TASK ITEM: Scan the material below for "config", then return each line that contains it.
Top of SUPPLIED MATERIAL
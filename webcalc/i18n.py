"""Languages: the one list of supported locales, negotiation, and message lookup.

Catalogs are the gettext ``.po`` files under ``locales/``, read with Babel once per
process (no compile step is needed at run time; ``.mo`` files are optional build output).
The same ``.po`` files are exported to JSON for the browser by ``tools/generate.py``.
"""

import functools
import re

from babel import Locale, negotiate_locale
from babel.messages.pofile import read_po
from babel.numbers import get_decimal_symbol

from .resources import resource_dir

#: The one list of supported locales (English is the source language). Everything reads
#: it: negotiation here, tools/i18n.py (catalogs), tools/generate.py (the browser's list,
#: catalogs and number symbols), the tests.
LOCALES = ("en", "de", "es", "fr", "it", "pt_BR")
DEFAULT_LOCALE = "en"


def negotiate(lang=None, accept_language=None):
    """Pick a supported locale from an explicit ``lang`` or an Accept-Language header.

    An unknown language falls back to English without error. Answers are cached (a
    browser sends the same header every time).
    """
    try:
        return _negotiate(lang, accept_language)
    except TypeError:  # an unhashable ``lang`` (a list from a JSON body): not a language
        return _negotiate(None, accept_language)


@functools.lru_cache(maxsize=1024)
def _negotiate(lang, accept_language):
    wanted = []
    if isinstance(lang, str) and lang.strip():
        wanted.append(lang.strip().replace("-", "_"))
    if accept_language:
        for part in accept_language.split(","):
            tag = part.split(";")[0].strip()
            if tag and tag != "*":
                wanted.append(tag.replace("-", "_"))
    for tag in wanted:
        found = negotiate_locale([tag], list(LOCALES), sep="_")
        if found is None:
            found = negotiate_locale([tag.split("_")[0]], list(LOCALES), sep="_")
        if found is None:
            found = same_language(tag)
        if found:
            # Babel answers in the caller's spelling ("DE"); the catalogs use ours ("de").
            return next(loc for loc in LOCALES if loc.lower() == found.lower())
    return DEFAULT_LOCALE


def same_language(tag):
    """The first supported locale of the tag's language ("pt_PT" or "pt" -> "pt_BR"), or None."""
    language = tag.split("_")[0].lower()
    return next((loc for loc in LOCALES if loc.split("_")[0].lower() == language), None)


@functools.lru_cache(maxsize=None)
def catalog(locale):
    """{msgid: translation} of a locale (empty for English or a missing catalog)."""
    path = resource_dir("locales") / locale / "LC_MESSAGES" / "messages.po"
    if locale == DEFAULT_LOCALE or not path.exists():
        return {}
    with path.open("rb") as handle:
        po = read_po(handle, locale=locale)
    return {m.id: m.string for m in po if m.id and m.string and not m.fuzzy}


_PLAIN_NUMBER = re.compile(r"-?\d+(\.\d+)?(e[-+]\d+)?")


@functools.lru_cache(maxsize=None)
def decimal_symbol(locale):
    """The locale's decimal separator from CLDR ("," for de, es, fr, it, pt_BR)."""
    return get_decimal_symbol(Locale.parse(locale))


def format_number(locale, text):
    """A plain number ("0.5", "-40", "1e+06") written with the locale's decimal separator.

    Numbers in messages carry no grouping separator, so that "3500" reads the same
    everywhere and the offline engine (static/js/offline/i18n.js) writes them identically.
    Anything that is not a plain number is returned unchanged.
    """
    if isinstance(text, bool) or not isinstance(text, (str, int, float)):
        return text
    text = str(text)
    return text.replace(".", decimal_symbol(locale)) if _PLAIN_NUMBER.fullmatch(text) else text


def gettext(locale, message, **params):
    """Translate a message id and fill its ``%(name)s`` placeholders (numbers in the locale's style)."""
    text = catalog(locale).get(message, message)
    if not params:
        return text
    return text % {name: format_number(locale, value) for name, value in params.items()}


def locale_name(locale):
    """The locale's own name for a language picker (CLDR via Babel)."""
    return Locale.parse(locale).get_display_name(locale)


_PLACEHOLDER = re.compile(r"%\((\w+)\)s")


def placeholders(text):
    """The ``%(name)s`` placeholders of a message (a translation must keep the same set)."""
    return sorted(set(_PLACEHOLDER.findall(text)))
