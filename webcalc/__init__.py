"""webcalc: boost and fuel calculations for turbocharged and supercharged engines."""

__version__ = "0.1.0"


def create_app(config=None):
    """Application factory: the API blueprint, the front end and the security headers."""
    from flask import Flask

    from . import web
    from .api import MAX_BODY, bp

    app = Flask(__name__, static_folder=None)
    app.config.update(MAX_CONTENT_LENGTH=MAX_BODY, JSON_SORT_KEYS=False)
    if config:
        app.config.update(config)
    app.json.sort_keys = False
    app.register_blueprint(bp)
    app.register_blueprint(web.bp)
    web.install_handlers(app)
    return app
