"""The front end's routes, /healthz, JSON error pages and the security headers."""

import functools
import json

from flask import Blueprint, current_app, jsonify, render_template, request, send_from_directory
from werkzeug.exceptions import HTTPException

from . import i18n
from .api.respond import error_body
from .resources import resource_dir

bp = Blueprint("web", __name__, template_folder="templates")

#: Strict policy: nothing inline, nothing from another origin.
CSP = ("default-src 'self'; base-uri 'self'; form-action 'self'; frame-ancestors 'none'; "
       "object-src 'none'")
HEADERS = {
    "Content-Security-Policy": CSP,
    "X-Content-Type-Options": "nosniff",
    "Referrer-Policy": "no-referrer",
    "X-Frame-Options": "DENY",
    "Permissions-Policy": "camera=(), microphone=(), geolocation=(), payment=(), usb=()",
    "Cross-Origin-Opener-Policy": "same-origin",
}
ERROR_CODES = {404: "not_found", 405: "method_not_allowed", 413: "too_large", 415: "unsupported_media_type",
               400: "malformed_json"}


def static_dir():
    return resource_dir("static")


@bp.get("/healthz")
def healthz():
    return jsonify(status="ok")


@functools.lru_cache(maxsize=1)
def _languages():
    """The language picker's entries, in the page itself (one request fewer): code -> own name."""
    return json.dumps({loc: i18n.locale_name(loc) for loc in i18n.LOCALES}, ensure_ascii=False,
                      separators=(",", ":"))


@bp.get("/")
def index():
    """The page, in the language of `lang` or Accept-Language (the app may switch it later)."""
    locale = i18n.negotiate(request.args.get("lang"), request.headers.get("Accept-Language"))
    html = render_template("index.html", lang_tag=locale.replace("_", "-"), languages=_languages(),
                           _=lambda message: i18n.gettext(locale, message))
    response = current_app.response_class(html, mimetype="text/html")
    response.headers["Cache-Control"] = "no-cache"
    response.headers["Content-Language"] = locale.replace("_", "-")
    response.vary.add("Accept-Language")
    return response


@bp.get("/sw.js")
def service_worker():
    response = send_from_directory(static_dir(), "sw.js", mimetype="text/javascript")
    response.headers["Cache-Control"] = "no-cache"
    response.headers["Service-Worker-Allowed"] = "/"
    return response


@bp.get("/manifest.webmanifest")
def manifest():
    return send_from_directory(static_dir(), "manifest.webmanifest", mimetype="application/manifest+json")


@bp.get("/static/<path:path>")
def static_file(path):
    response = send_from_directory(static_dir(), path)
    response.headers["Cache-Control"] = "no-cache"
    return response


def install_handlers(app):
    """JSON for every HTTP error, and the security headers on every response."""

    @app.errorhandler(HTTPException)
    def http_error(exc):
        locale = i18n.negotiate(request.args.get("lang"), request.headers.get("Accept-Language"))
        code = ERROR_CODES.get(exc.code, "not_found")
        response = jsonify(error_body(locale, code))
        response.status_code = exc.code
        return response

    @app.after_request
    def security_headers(response):
        for name, value in HEADERS.items():
            response.headers.setdefault(name, value)
        return response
Bottom of SUPPLIED MATERIAL
RESPONSE BELOW:
def create_app(config=None):
    app.config.update(MAX_CONTENT_LENGTH=MAX_BODY, JSON_SORT_KEYS=False)
    if config:
        app.config.update(config)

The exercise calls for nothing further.